**TRY IT**
Everything in the data below is left aside except the lines from the one containing "PLACEMENT_TRIES = 30" through the one containing "the COCO file"; repeat those exactly.

**DATA TO PROCESS**
- Opening Delimiter -
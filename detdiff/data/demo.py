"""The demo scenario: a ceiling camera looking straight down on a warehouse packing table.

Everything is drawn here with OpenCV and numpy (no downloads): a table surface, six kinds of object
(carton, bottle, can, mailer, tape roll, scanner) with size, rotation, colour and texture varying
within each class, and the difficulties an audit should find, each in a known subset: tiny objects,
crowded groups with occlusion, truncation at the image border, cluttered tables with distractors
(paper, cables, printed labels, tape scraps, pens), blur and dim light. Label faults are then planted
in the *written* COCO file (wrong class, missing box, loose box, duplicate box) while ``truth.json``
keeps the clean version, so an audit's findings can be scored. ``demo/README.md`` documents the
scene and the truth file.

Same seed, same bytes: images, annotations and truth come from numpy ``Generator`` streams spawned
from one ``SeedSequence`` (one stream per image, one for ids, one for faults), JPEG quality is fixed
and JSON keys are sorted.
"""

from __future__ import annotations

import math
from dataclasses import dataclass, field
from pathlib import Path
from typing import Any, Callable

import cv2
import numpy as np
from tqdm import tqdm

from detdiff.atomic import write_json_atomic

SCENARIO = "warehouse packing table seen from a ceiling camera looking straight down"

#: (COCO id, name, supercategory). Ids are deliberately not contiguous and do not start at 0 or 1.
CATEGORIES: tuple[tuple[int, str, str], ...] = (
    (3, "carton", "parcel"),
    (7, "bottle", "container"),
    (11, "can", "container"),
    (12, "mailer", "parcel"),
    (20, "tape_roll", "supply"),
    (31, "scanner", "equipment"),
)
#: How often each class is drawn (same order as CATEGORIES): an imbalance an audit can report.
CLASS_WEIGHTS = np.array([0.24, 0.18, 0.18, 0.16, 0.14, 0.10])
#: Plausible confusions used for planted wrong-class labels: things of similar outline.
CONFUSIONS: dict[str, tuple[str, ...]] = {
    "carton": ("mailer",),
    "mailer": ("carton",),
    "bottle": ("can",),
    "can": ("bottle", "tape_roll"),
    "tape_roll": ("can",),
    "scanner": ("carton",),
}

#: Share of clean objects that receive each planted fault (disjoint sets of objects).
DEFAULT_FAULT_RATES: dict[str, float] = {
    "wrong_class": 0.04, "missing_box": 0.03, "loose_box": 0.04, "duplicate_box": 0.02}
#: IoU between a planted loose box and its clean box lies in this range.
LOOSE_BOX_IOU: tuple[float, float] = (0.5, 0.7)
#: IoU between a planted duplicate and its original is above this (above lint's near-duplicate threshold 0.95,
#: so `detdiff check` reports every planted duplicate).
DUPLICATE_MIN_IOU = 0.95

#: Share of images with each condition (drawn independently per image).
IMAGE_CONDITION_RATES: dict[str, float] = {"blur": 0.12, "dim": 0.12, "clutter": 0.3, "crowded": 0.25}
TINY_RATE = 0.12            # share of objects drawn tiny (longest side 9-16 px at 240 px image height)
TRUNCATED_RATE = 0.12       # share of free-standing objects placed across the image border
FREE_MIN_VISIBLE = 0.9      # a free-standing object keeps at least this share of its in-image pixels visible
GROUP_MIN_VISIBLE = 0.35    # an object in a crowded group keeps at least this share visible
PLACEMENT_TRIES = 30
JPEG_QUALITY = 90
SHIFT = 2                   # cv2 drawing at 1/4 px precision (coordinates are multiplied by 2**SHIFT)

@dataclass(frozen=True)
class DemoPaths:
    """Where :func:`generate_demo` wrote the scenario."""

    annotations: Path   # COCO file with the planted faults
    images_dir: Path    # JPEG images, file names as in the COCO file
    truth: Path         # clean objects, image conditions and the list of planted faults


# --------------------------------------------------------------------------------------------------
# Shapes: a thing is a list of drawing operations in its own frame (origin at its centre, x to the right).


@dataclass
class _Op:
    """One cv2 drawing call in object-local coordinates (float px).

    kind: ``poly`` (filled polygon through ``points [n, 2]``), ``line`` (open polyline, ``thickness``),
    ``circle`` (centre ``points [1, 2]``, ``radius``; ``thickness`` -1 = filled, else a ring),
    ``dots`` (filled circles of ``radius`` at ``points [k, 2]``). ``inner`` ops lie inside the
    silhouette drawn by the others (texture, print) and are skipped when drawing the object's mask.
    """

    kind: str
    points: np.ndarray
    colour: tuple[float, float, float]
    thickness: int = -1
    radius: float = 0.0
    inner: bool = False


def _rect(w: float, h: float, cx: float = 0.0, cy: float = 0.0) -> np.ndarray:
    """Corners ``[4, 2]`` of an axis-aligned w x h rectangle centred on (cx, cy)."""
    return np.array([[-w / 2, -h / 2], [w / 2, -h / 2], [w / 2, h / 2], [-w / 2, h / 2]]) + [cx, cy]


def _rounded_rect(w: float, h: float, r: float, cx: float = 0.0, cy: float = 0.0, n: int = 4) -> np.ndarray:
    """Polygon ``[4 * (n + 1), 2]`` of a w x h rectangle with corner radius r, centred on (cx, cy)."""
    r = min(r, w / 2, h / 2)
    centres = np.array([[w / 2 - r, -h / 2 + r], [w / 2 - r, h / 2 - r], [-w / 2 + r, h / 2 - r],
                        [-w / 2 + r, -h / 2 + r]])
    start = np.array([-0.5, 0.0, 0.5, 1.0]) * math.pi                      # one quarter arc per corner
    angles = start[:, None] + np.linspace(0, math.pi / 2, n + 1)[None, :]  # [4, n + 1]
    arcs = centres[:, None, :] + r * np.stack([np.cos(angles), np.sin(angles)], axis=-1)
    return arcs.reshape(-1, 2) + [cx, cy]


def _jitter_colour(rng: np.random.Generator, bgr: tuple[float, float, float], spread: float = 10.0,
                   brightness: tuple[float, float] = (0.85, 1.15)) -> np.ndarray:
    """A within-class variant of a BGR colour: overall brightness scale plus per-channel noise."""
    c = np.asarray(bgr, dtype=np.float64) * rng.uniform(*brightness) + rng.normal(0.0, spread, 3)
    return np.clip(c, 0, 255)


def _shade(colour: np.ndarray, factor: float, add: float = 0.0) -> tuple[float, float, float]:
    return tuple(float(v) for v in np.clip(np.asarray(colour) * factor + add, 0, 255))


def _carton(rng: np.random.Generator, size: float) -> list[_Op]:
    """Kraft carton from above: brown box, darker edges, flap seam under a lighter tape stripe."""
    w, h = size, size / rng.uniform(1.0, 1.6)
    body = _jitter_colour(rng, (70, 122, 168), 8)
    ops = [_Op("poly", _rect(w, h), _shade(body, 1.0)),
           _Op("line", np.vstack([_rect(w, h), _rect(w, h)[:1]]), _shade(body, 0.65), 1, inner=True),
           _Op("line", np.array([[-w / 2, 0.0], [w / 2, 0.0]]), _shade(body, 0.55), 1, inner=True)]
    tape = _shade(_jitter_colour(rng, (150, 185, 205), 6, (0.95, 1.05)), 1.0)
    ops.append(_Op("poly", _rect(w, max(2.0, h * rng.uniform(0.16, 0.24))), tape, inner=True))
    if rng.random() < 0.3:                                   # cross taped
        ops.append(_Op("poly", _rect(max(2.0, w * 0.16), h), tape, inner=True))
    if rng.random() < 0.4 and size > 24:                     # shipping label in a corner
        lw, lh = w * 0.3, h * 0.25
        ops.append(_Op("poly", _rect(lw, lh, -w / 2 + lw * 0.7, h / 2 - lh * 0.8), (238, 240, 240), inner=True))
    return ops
- Closing Delimiter -
**SOLUTION BELOW**
PLACEMENT_TRIES = 30
JPEG_QUALITY = 90
SHIFT = 2                   # cv2 drawing at 1/4 px precision (coordinates are multiplied by 2**SHIFT)

@dataclass(frozen=True)
class DemoPaths:
    """Where :func:`generate_demo` wrote the scenario."""

    annotations: Path   # COCO file with the planted faults
    images_dir: Path    # JPEG images, file names as in the COCO file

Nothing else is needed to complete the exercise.